[Task brief]
Below is a set of entries. Print the line that contains "if (removed &&" and every later line word for word, through the final one.

[Data]
CREATE TABLE `outbox_attachments` (
	`id` integer PRIMARY KEY AUTOINCREMENT NOT NULL,
	`message_id` integer NOT NULL,
	`filename` text NOT NULL,
	`content_type` text NOT NULL,
	`size` integer NOT NULL,
	`content` blob NOT NULL,
	FOREIGN KEY (`message_id`) REFERENCES `outbox`(`id`) ON UPDATE no action ON DELETE cascade
);
--> statement-breakpoint
CREATE INDEX `outbox_attachments_message_idx` ON `outbox_attachments` (`message_id`);--> statement-breakpoint
ALTER TABLE `job_parts` ADD `slot` text;--> statement-breakpoint
CREATE UNIQUE INDEX `job_parts_slot_idx` ON `job_parts` (`job_id`,`slot`);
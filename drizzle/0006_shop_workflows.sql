ALTER TABLE `comparisons` ADD `notes` text;--> statement-breakpoint
ALTER TABLE `job_parts` ADD `override_reason` text;--> statement-breakpoint
ALTER TABLE `lots` ADD `instrument_id` integer REFERENCES instruments(id);--> statement-breakpoint
ALTER TABLE `lots` ADD `test_frequency` real;--> statement-breakpoint
CREATE INDEX `parts_label_lower_idx` ON `parts` (lower("label"));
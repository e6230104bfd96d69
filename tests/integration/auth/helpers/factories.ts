/** Small builders for test data: unique addresses, users with or without a password. */
import { randomBytes } from 'node:crypto';
import { hashPassword } from '../../../../src/lib/server/auth/password';
import * as users from '../../../../src/lib/server/db/users';
import type { User } from '../../../../src/lib/server/db/users';

export function uniqueEmail(prefix = 'person'): string {
	return `${prefix}-${randomBytes(5).toString('hex')}@example.test`;
}

/** A documentation-range address (RFC 5737), unique per call, so IP limits of one test touch no other. */
export function uniqueIp(): string {
	const b = randomBytes(2);
	return `203.0.${b[0]}.${b[1]}`;
}

export const TEST_PASSWORD = 'correct horse battery';

export async function makeUser(opts: { email?: string; name?: string; verified?: boolean; password?: string | null; isAdmin?: boolean } = {}): Promise<User> {
	const password = opts.password === undefined ? TEST_PASSWORD : opts.password;
	return users.create({
		email: opts.email ?? uniqueEmail(),
		name: opts.name ?? 'Test Person',
		emailVerified: opts.verified === false ? null : new Date(),
		passwordHash: password ? await hashPassword(password) : null,
		isAdmin: opts.isAdmin ?? false
	});
}
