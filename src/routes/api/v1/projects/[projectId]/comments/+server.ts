import { json } from '@sveltejs/kit';
import { apiRoute, apiUser, jsonBody } from '$lib/server/api';
import { requireProjectPermission } from '$lib/server/authz';
import { requestContext } from '$lib/server/auth/form';
import { addComment, listComments, toApiComment } from '$lib/server/services/log';
import { commentSchema, listCommentsQuerySchema } from '$lib/schemas/log';

export const GET = apiRoute(async (event) => {
	const access = await requireProjectPermission(await apiUser(event), event.params.projectId, 'project.view');
	const q = listCommentsQuerySchema.parse(Object.fromEntries(event.url.searchParams));
	const items = await listComments(access, { subjectType: q.subject_type, subjectId: q.subject_id, limit: q.limit, offset: q.offset });
	return json({ items: items.map(toApiComment), limit: q.limit, offset: q.offset });
});

/** Adds a comment; members named as @Name are mailed. */
export const POST = apiRoute(async (event) => {
	const access = await requireProjectPermission(await apiUser(event), event.params.projectId, 'comment.create');
	const body = await jsonBody(event.request, commentSchema);
	const { comment, mentioned, mailFailed } = await addComment(access, body, requestContext(event).origin);
	return json({ ...toApiComment(comment), mentioned, mail_failed: mailFailed }, { status: 201 });
});
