import { fail, redirect } from '@sveltejs/kit';
import { requireUser } from '$lib/server/authz';
import { acceptInvitation, readInvitation } from '$lib/server/services/projects';
import type { Actions, PageServerLoad } from './$types';

export const load: PageServerLoad = async ({ locals, params }) => {
	const view = await readInvitation(params.token);
	const user = locals.user;
	return {
		token: params.token,
		invitation: view && { email: view.email, roleLabel: view.roleLabel, projectName: view.projectName, inviterName: view.inviterName, expiresAt: view.expiresAt },
		user: user && { email: user.email, name: user.name },
		sameAddress: Boolean(view && user && view.email === user.email.toLowerCase())
	};
};

export const actions: Actions = {
	accept: async ({ locals, url, params }) => {
		const user = requireUser(locals, url);
		const result = await acceptInvitation(params.token, user);
		if (!result.ok) {
			const message =
				result.reason === 'other-address'
					? 'This invitation is for another address. Sign out, then sign in or make an account with that address.'
					: 'This invitation has expired or has been used. Ask the project owner for a new one.';
			return fail(400, { message });
		}
		redirect(303, `/projects/${result.projectId}`);
	}
};
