/**
 * Reading mail the local catcher captured (MAIL_DIR, set by `npm test`). Used by the integration and
 * browser tests; relative imports only, so Playwright can load it too.
 */
import { listCaptured, type CapturedMail } from '../../../../src/lib/server/mail/catcher';
import { extractLinks } from '../../../../src/lib/server/mail/mime';

export function mailDir(): string {
	const dir = process.env.MAIL_DIR;
	if (!dir) throw new Error('MAIL_DIR is not set: run the tests through `npm test`.');
	return dir;
}

/**
 * Waits for the newest message to `to` (matching `subject` if given) that arrived after `since`.
 * Polls the catcher's folder; fails after `timeoutMs`.
 */
export async function waitForMail(
	to: string,
	opts: { subject?: RegExp; since?: Date; timeoutMs?: number } = {}
): Promise<CapturedMail> {
	const deadline = Date.now() + (opts.timeoutMs ?? 10_000);
	const since = opts.since?.toISOString() ?? '';
	for (;;) {
		const found = (await listCaptured(mailDir())).find(
			(m) => m.to.includes(to.toLowerCase()) && m.receivedAt >= since && (!opts.subject || opts.subject.test(m.mail.subject))
		);
		if (found) return found;
		if (Date.now() > deadline) throw new Error(`No mail to ${to}${opts.subject ? ` matching ${opts.subject}` : ''} within the time allowed`);
		await new Promise((r) => setTimeout(r, 100));
	}
}

/** All messages to `to` received after `since`. */
export async function mailTo(to: string, since?: Date): Promise<CapturedMail[]> {
	const s = since?.toISOString() ?? '';
	return (await listCaptured(mailDir())).filter((m) => m.to.includes(to.toLowerCase()) && m.receivedAt >= s);
}

/** The first link in the plain-text part whose path starts with `pathPrefix`. */
export function linkIn(mail: CapturedMail, pathPrefix: string): string {
	const link = extractLinks(mail.mail.text ?? '').find((l) => new URL(l).pathname.startsWith(pathPrefix));
	if (!link) throw new Error(`No ${pathPrefix} link in "${mail.mail.subject}":\n${mail.mail.text}`);
	return link;
}
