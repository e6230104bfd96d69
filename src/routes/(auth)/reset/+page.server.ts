import { fail, redirect } from '@sveltejs/kit';
import { parseForm, requestContext } from '$lib/server/auth/form';
import { describeWait, LIFETIMES } from '$lib/server/auth/policy';
import { describeLifetime } from '$lib/server/mail/templates';
import { emailOnlySchema, requestPasswordReset } from '$lib/server/services/auth';
import type { Actions, PageServerLoad } from './$types';

export const load: PageServerLoad = ({ locals }) => {
	if (locals.user) redirect(303, '/projects');
	return { lifetime: describeLifetime(LIFETIMES.resetPassword) };
};

export const actions: Actions = {
	default: async (event) => {
		const parsed = parseForm(emailOnlySchema, await event.request.formData());
		if (!parsed.ok) return fail(400, { issues: parsed.issues, values: parsed.values });
		const result = await requestPasswordReset(parsed.data.email, requestContext(event));
		if (!result.ok) {
			return fail(429, {
				message: `Too many reset requests. Wait ${describeWait(result.retryAfterSeconds)} and try again.`,
				values: { email: parsed.data.email }
			});
		}
		return { sent: true, email: parsed.data.email };
	}
};
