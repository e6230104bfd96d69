import { json } from '@sveltejs/kit';
import { apiRoute, apiUser, idParam, jsonBody } from '$lib/server/api';
import { requireProjectPermission } from '$lib/server/authz';
import { apiConflict, setTarget, toApiSetup } from '$lib/server/services/log';
import { targetBodySchema } from '$lib/schemas/log';

/** Sets the target white (`"target": null` clears it). DP and owner. */
export const PUT = apiRoute(async (event) => {
	const access = await requireProjectPermission(await apiUser(event), event.params.projectId, 'target.set');
	const body = await jsonBody(event.request, targetBodySchema);
	const setup = await setTarget(access, idParam(event.params.setupId, 'setup'), body.target, body.tolerance, body.version).catch((e) => apiConflict(e, toApiSetup));
	return json(toApiSetup(setup));
});
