/** A presigned GET for the photo's original or thumbnail, for `GET_URL_SECONDS`. 404 unless ready. */
export async function photoObjectUrl(access: ProjectAccess, photoId: number, which: 'original' | 'thumbnail'): Promise<string> {
	const photo = await mustRead(access.project.id, photoId);
	const key = which === 'original' ? photo.originalKey : photo.thumbnailKey;
	if (photo.status !== 'ready' || !key) throw new ApiError(404, 'not_ready', 'This photo is not ready to view.');
	try {
		const type = which === 'original' ? (photo.contentType ?? 'application/octet-stream') : 'image/webp';
		const extension = type.split('/')[1] === 'jpeg' ? 'jpg' : (type.split('/')[1] ?? 'bin');
		return await storage.presignGet(key, {
			expiresIn: GET_URL_SECONDS,
			contentType: type,
			disposition: `inline; filename="${safeFilename(photo.originalName, extension)}"`,
			cacheControl: 'private, max-age=3600'
		});
	} catch (e) {
		return asApiError(e);
	}
}

export async function listPhotos(access: ProjectAccess, q: z.output<typeof listPhotosQuery>) {
	const { items, total } = await photos.list(access.project.id, { setupId: q.setup, lightId: q.light, status: q.status as PhotoStatus | 'any', limit: q.limit, offset: q.offset });
	return { items: items.map(toApiPhoto), total };
}

export async function readPhoto(access: ProjectAccess, photoId: number): Promise<Photo> {
	return mustRead(access.project.id, photoId);
}

export async function setCaption(access: ProjectAccess, photoId: number, caption: string): Promise<Photo> {
	await mustRead(access.project.id, photoId);
	await photos.updateCaption(access.project.id, photoId, caption);
	return mustRead(access.project.id, photoId);
}

/**
 * Deletes the row and its objects. Deleting a photo that was ready is logged; an upload that never
 * finished (pending or refused) was never in the log, so its removal is not either.
 */
export async function deletePhoto(access: ProjectAccess, photoId: number): Promise<void> {
	const photo = await mustRead(access.project.id, photoId);
	const removed = await photos.destroy(photo.projectId, photo.id);
	if (removed && photo.status === 'ready') await logPhoto(access, photo, 'photo.delete');
	try {
		await storage.remove([photo.incomingKey, photo.originalKey, photo.thumbnailKey]);
	} catch (e) {
		// The row is gone, so nobody can reach the objects any more; say so in the log and carry on.
		console.warn(`[photos] objects of deleted photo ${photo.id} were not removed:`, e);
	}
}
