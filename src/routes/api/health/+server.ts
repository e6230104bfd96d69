import { json } from '@sveltejs/kit';
import { checkDatabase } from '$lib/server/health';

export async function GET() {
	const db = await checkDatabase();
	return json({ ok: db.ok, db }, { status: db.ok ? 200 : 503, headers: { 'cache-control': 'no-store' } });
}
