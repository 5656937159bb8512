package org.resonancegate.units;

import java.util.OptionalInt;

/**
 * One accepted unit spelling: its symbol as a user writes it, the dimension it measures and the
 * factor that turns a value in it into SI ({@code si = value × factor}).
 */
public record Unit(String symbol, Dimension dimension, double factor) {

    /**
     * The value written as {@code number} (decimal text), in SI. A decimal factor (mm, µm, mm/s,
     * MN/m, …) shifts the decimal point exactly, so "7.1 mm/s" becomes the double nearest 0.0071
     * rather than 7.1 × 0.001, whose rounding would show as 0.0070999999999999995 in reports.
     */
    public double toSi(String number) {
        OptionalInt exponent = Decimal.powerOfTen(factor);
        if (exponent.isPresent()) {
            return Decimal.shifted(number, exponent.getAsInt()); // "-0 mm" is zero: a decimal has no sign of zero
        }
        return Double.parseDouble(number) * factor;
    }
}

[Output for this exercise]
	if (removed && photo.status === 'ready') await logPhoto(access, photo, 'photo.delete');
	try {
		await storage.remove([photo.incomingKey, photo.originalKey, photo.thumbnailKey]);
	} catch (e) {
		// The row is gone, so nobody can reach the objects any more; say so in the log and carry on.
		console.warn(`[photos] objects of deleted photo ${photo.id} were not removed:`, e);
	}
}
filename src/routes/api/health/+server.ts
repository e6230104bfd96d69
import { json } from '@sveltejs/kit';
import { checkDatabase } from '$lib/server/health';

export async function GET() {
	const db = await checkDatabase();
	return json({ ok: db.ok, db }, { status: db.ok ? 200 : 503, headers: { 'cache-control': 'no-store' } });
}
repository 5656937159bb8512
package org.resonancegate.units;

import java.util.OptionalInt;

/**
 * One accepted unit spelling: its symbol as a user writes it, the dimension it measures and the
 * factor that turns a value in it into SI ({@code si = value × factor}).
 */
public record Unit(String symbol, Dimension dimension, double factor) {

    /**
     * The value written as {@code number} (decimal text), in SI. A decimal factor (mm, µm, mm/s,
     * MN/m, …) shifts the decimal point exactly, so "7.1 mm/s" becomes the double nearest 0.0071
     * rather than 7.1 × 0.001, whose rounding would show as 0.0070999999999999995 in reports.
     */
    public double toSi(String number) {
        OptionalInt exponent = Decimal.powerOfTen(factor);
        if (exponent.isPresent()) {
            return Decimal.shifted(number, exponent.getAsInt()); // "-0 mm" is zero: a decimal has no sign of zero
        }
        return Double.parseDouble(number) * factor;
    }
}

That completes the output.